The USD/JPY pair continued losing ground through the Asian session on Wednesday and dropped to near two-week lows, below mid-107.00s in the last hour.

The pair prolonged its sharp retracement slide from the vicinity of the key 110.00 psychological mark – the highest level since March 26 – and remained under some heavy selling for the third consecutive session. The downfall was sponsored by sustained US dollar selling bias and seemed rather unaffected by a positive tone around the equity markets.

The greenback added to its recent losses and was further pressured by the possibility of a very dovish outlook from the Fed. Market expectations were evident from the ongoing downfall in the US Treasury bond yields, which continued undermining demand for the USD and contributed to the USD/JPY pair’s slide to the lowest level since May 29.

Hence, the key focus will be on the FOMC monetary policy decision, scheduled to be announced later this Wednesday. The Fed is widely anticipated to leave interest rates unchanged at the end of a two-day meeting. Hence, investors will closely scrutinize the accompanying policy statement and the Fed Chair Jerome Powell’s comments for clues about the future policy outlook.

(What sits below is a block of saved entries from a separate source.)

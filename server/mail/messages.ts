import type { AnswerSection } from '../../shared/schemas/answers.ts';
import type { DecisionKind } from '../../shared/schemas/applications.ts';
import type { Finding } from '../../shared/schemas/findings.ts';
import type { RunKind } from '../../shared/schemas/runs.ts';
import type { Stage } from '../../shared/rules/application-life.ts';

/** What every mail about an application says. */
export interface MailSubject {
  /** As people quote it: "ML-1042". */
  reference: string;
  projectName: string;
  contactName: string;
  /** Below the desk's address: "/projects/…". */
  applicationPath: string;
}

/** What each kind of mail says beside that; dates are local, YYYY-MM-DD. */
interface MailPayloads {
  submitted: { receivedOn: string; completenessDueOn: string };
  deficiency: { items: { section: AnswerSection; text: string }[]; replyDueOn: string };
  complete: { queuePosition: number; reviewDueOn: string };
  'screening-done': { runKind: RunKind };
  decision: {
    decision: DecisionKind;
    reason: string;
    conditions: string | null;
    /** As released to the applicant: without elements. */
    findings: Finding[];
    waivers: { question: string; reason: string }[];
    runPublicId: string;
  };
  withdrawn: { reason: string };
  moved: { stage: Stage; note: string };
}

export type MailKind = keyof MailPayloads;

export type MailPayload<K extends MailKind> = MailSubject & MailPayloads[K];

/** A mail to be queued: its kind decides what its payload is. */
export type Mail = {
  [K in MailKind]: {
    kind: K;
    /** One mail for each key, however often it is asked for. */
    dedupeKey: string;
    applicationId: number;
    recipient: string;
    payload: MailPayload<K>;
  };
}[MailKind];
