import type { Block, Letter } from './blocks.ts';

function when(condition: string | undefined, source: string): string {
  return condition === undefined ? source : `{% if ${condition} %}${source}{% endif %}`;
}

const findings = [
  '{% for finding in findings %}',
  '{{ finding.question }}\n',
  '  {{ finding.words.verdict }}\n',
  '  {{ finding.valueName }}: {{ finding.words.value }}',
  '{% if finding.words.before %} (without the project {{ finding.words.before }}){% endif %}\n',
  '  {{ finding.limitName }}: {{ finding.words.limit }}\n',
  '{% if finding.reason %}  Why: {{ finding.reason }}\n{% endif %}',
  '  Source: {{ finding.source }}\n\n',
  '{% endfor %}',
].join('');

function layBlock(block: Block): string {
  switch (block.kind) {
    case 'paragraph':
      return when(block.when, `${block.words}\n\n`);
    case 'quote':
      return when(block.when, `${block.heading}:\n\n${block.words}\n\n`);
    case 'facts':
      return `${block.facts.map(({ term, words }) => `${term}: ${words}`).join('\n')}\n\n`;
    case 'list':
      return when(
        block.when,
        `${block.heading}:\n\n{% for item in ${block.each} %}- ${block.words}\n{% endfor %}\n`,
      );
    case 'findings':
      return findings;
    case 'link':
      return `${block.words}:\n{{ applicationUrl }}\n\n`;
    case 'caution':
      return '{{ caution }}\n\n';
  }
}

/** The Liquid source of a letter as plain text. */
export function layText(letter: Letter): string {
  const body = letter.blocks.map(layBlock).join('');
  const rule = '-- \n';
  return `{{ contactName }},\n\n${letter.heading}.\n\n${body}${rule}{{ utilityName }}\n{{ contactEmail }}\n`;
}
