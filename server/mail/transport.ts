import nodemailer from 'nodemailer';
import type { SmtpSettings } from '../config.ts';
import type { RenderedMail } from './render.ts';

interface Envelope {
  from: string | { name: string; address: string };
  to: string;
  messageId: string;
  date: Date;
}

export interface MailTransport {
  send(envelope: Envelope, mail: RenderedMail): Promise<void>;
  close(): void;
}

const waitMs = 10_000;

/** To a relay on the same machine, which needs no TLS; an unanswered connection is given up soon. */
export function openTransport(settings: SmtpSettings): MailTransport {
  const transport = nodemailer.createTransport({
    host: settings.host,
    port: settings.port,
    secure: false,
    ignoreTLS: true,
    connectionTimeout: waitMs,
    greetingTimeout: waitMs,
    socketTimeout: 3 * waitMs,
    // What people wrote into a letter is text, never a file or an address to fetch.
    disableFileAccess: true,
    disableUrlAccess: true,
  });
  return {
    async send({ from, to, messageId, date }, { subject, text, html }) {
      await transport.sendMail({
        from,
        // As an object: an address is never read as a list of several.
        to: { name: '', address: to },
        subject,
        text,
        html,
        date,
        messageId,
        headers: { 'Auto-Submitted': 'auto-generated' },
      });
    },
    close: () => transport.close(),
  };
}
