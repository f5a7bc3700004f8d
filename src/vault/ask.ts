import { check } from '../base/check.ts'
import { Failure } from '../base/failure.ts'
import type { Log } from '../base/ports.ts'
import { BoundedQuery } from '../bound/bounded-query.ts'
import type { ExactTable } from '../release/exact.ts'
import type { CatalogClient } from './catalog.ts'
import { openVaultConnections } from './connections.ts'
import { runQuery } from './run.ts'
import { runSession } from './session.ts'
import { readStanding } from './standing.ts'

export interface VaultOptions {
  readonly url: string
  /** The longest any statement runs, whatever the deadline says. */
  readonly statementTimeoutMs: number
  readonly maxConnections: number
  readonly log: Log
  /** PostgreSQL's work_mem for a query, in kB; 16 MB where not given. */
  readonly workMemKb?: number
  /** One row more than this is a failure; a million where not given. */
  readonly rowCeiling?: number
  /** More bytes than this of one answer are a failure, whether they make a row yet or not; 256 MB where not given. */
  readonly byteCeiling?: number
}

export interface AskOptions {
  readonly timeZone: string
  /** From the call on, the wait for a connection included. */
  readonly deadlineMs: number
  readonly signal: AbortSignal
}

export interface Vault {
  readonly serverVersion: number
  /** What is wrong with the role Hedgerow was given, one sentence each. */
  readonly warnings: readonly string[]
  /**
   * Runs one query, which nothing but a plan can make, in a read-only snapshot of its own. Rejects with Failure('vault'), Failure('deadline'), Failure('internal') for an answer of another shape, or the
   * signal's reason, at that instant; the query is then stopped in the vault and its connection cut. Nothing that the vault says in an error is kept.
   */
  ask(query: BoundedQuery, options: AskOptions): Promise<ExactTable>
  /** A read-only snapshot for the reader of the catalogue. Errors of the server become Failure('vault'); what `work` throws itself passes through. */
  session<T>(work: (client: CatalogClient) => Promise<T>): Promise<T>
  close(): Promise<void>
}

/** Connects and looks at the role; a VaultUnfit where the vault cannot be used. */
export async function connectVault(settings: VaultOptions): Promise<Vault> {
  const { url, statementTimeoutMs, maxConnections, log, workMemKb = 16_384, rowCeiling = 1_000_000, byteCeiling = 256 * 1024 * 1024 } = settings
  const connections = openVaultConnections({ url, maxConnections, waitMs: Math.max(statementTimeoutMs, 10_000), log })
  const standing = await readStanding(connections.asking).catch(async (error: unknown) => {
    await connections.close()
    throw error
  })
  for (const warning of standing.warnings) log('warn', 'vault role has more rights than it needs', { warning })
  // A warm connection, so that the first cancel need not log in.
  await connections.cancel('0')
  return {
    serverVersion: standing.serverVersion,
    warnings: standing.warnings,
    ask: async (query, { timeZone, deadlineMs, signal }) => {
      check(query instanceof BoundedQuery, 'the vault runs bounded queries only')
      signal.throwIfAborted()
      const timeoutMs = Math.max(1, Math.min(statementTimeoutMs, deadlineMs))
      const run = runQuery(connections, query, { timeZone, timeoutMs, workMemKb, rowCeiling, byteCeiling, noticesLostClients: standing.noticesLostClients })
      const stop = stopAt(timeoutMs, signal)
      try {
        return await Promise.race([run.result, stop.stopped])
      } catch (error) {
        run.cut()
        if (signal.aborted && error === signal.reason) throw error
        const failure = error instanceof Failure ? error : new Failure('vault')
        log('error', 'vault query failed', { reference: failure.reference })
        throw failure
      } finally {
        stop.forget()
      }
    },
    session: (work) => runSession(connections, statementTimeoutMs, log, work),
    close: () => connections.close(),
  }
}

/** Rejects at the deadline, or with the signal's reason when it aborts. */
function stopAt(deadlineMs: number, signal: AbortSignal): { readonly stopped: Promise<never>; forget(): void } {
  let forget = (): void => undefined
  const stopped = new Promise<never>((_, reject) => {
    const timer = setTimeout(() => reject(new Failure('deadline')), deadlineMs)
    const abort = (): void => reject(signal.reason)
    signal.addEventListener('abort', abort, { once: true })
    forget = () => {
      clearTimeout(timer)
      signal.removeEventListener('abort', abort)
    }
  })
  return { stopped, forget: () => forget() }
}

Meanwhile, the global risk sentiment remained well supported by expectations that the worst of the coronavirus pandemic was over and growing hopes for a sharp V-shaped recovery for the global economy. The upbeat market mood tends to dent the Japanese yen’s perceived safe-haven status, albeit did little to impress bulls or provide any respite to the USD/JPY pair.

Heading into the key event risk, Wednesday’s release of the latest US consumer inflation figures might influence the USD price dynamics and produce some short-term trading opportunities during the early North American session.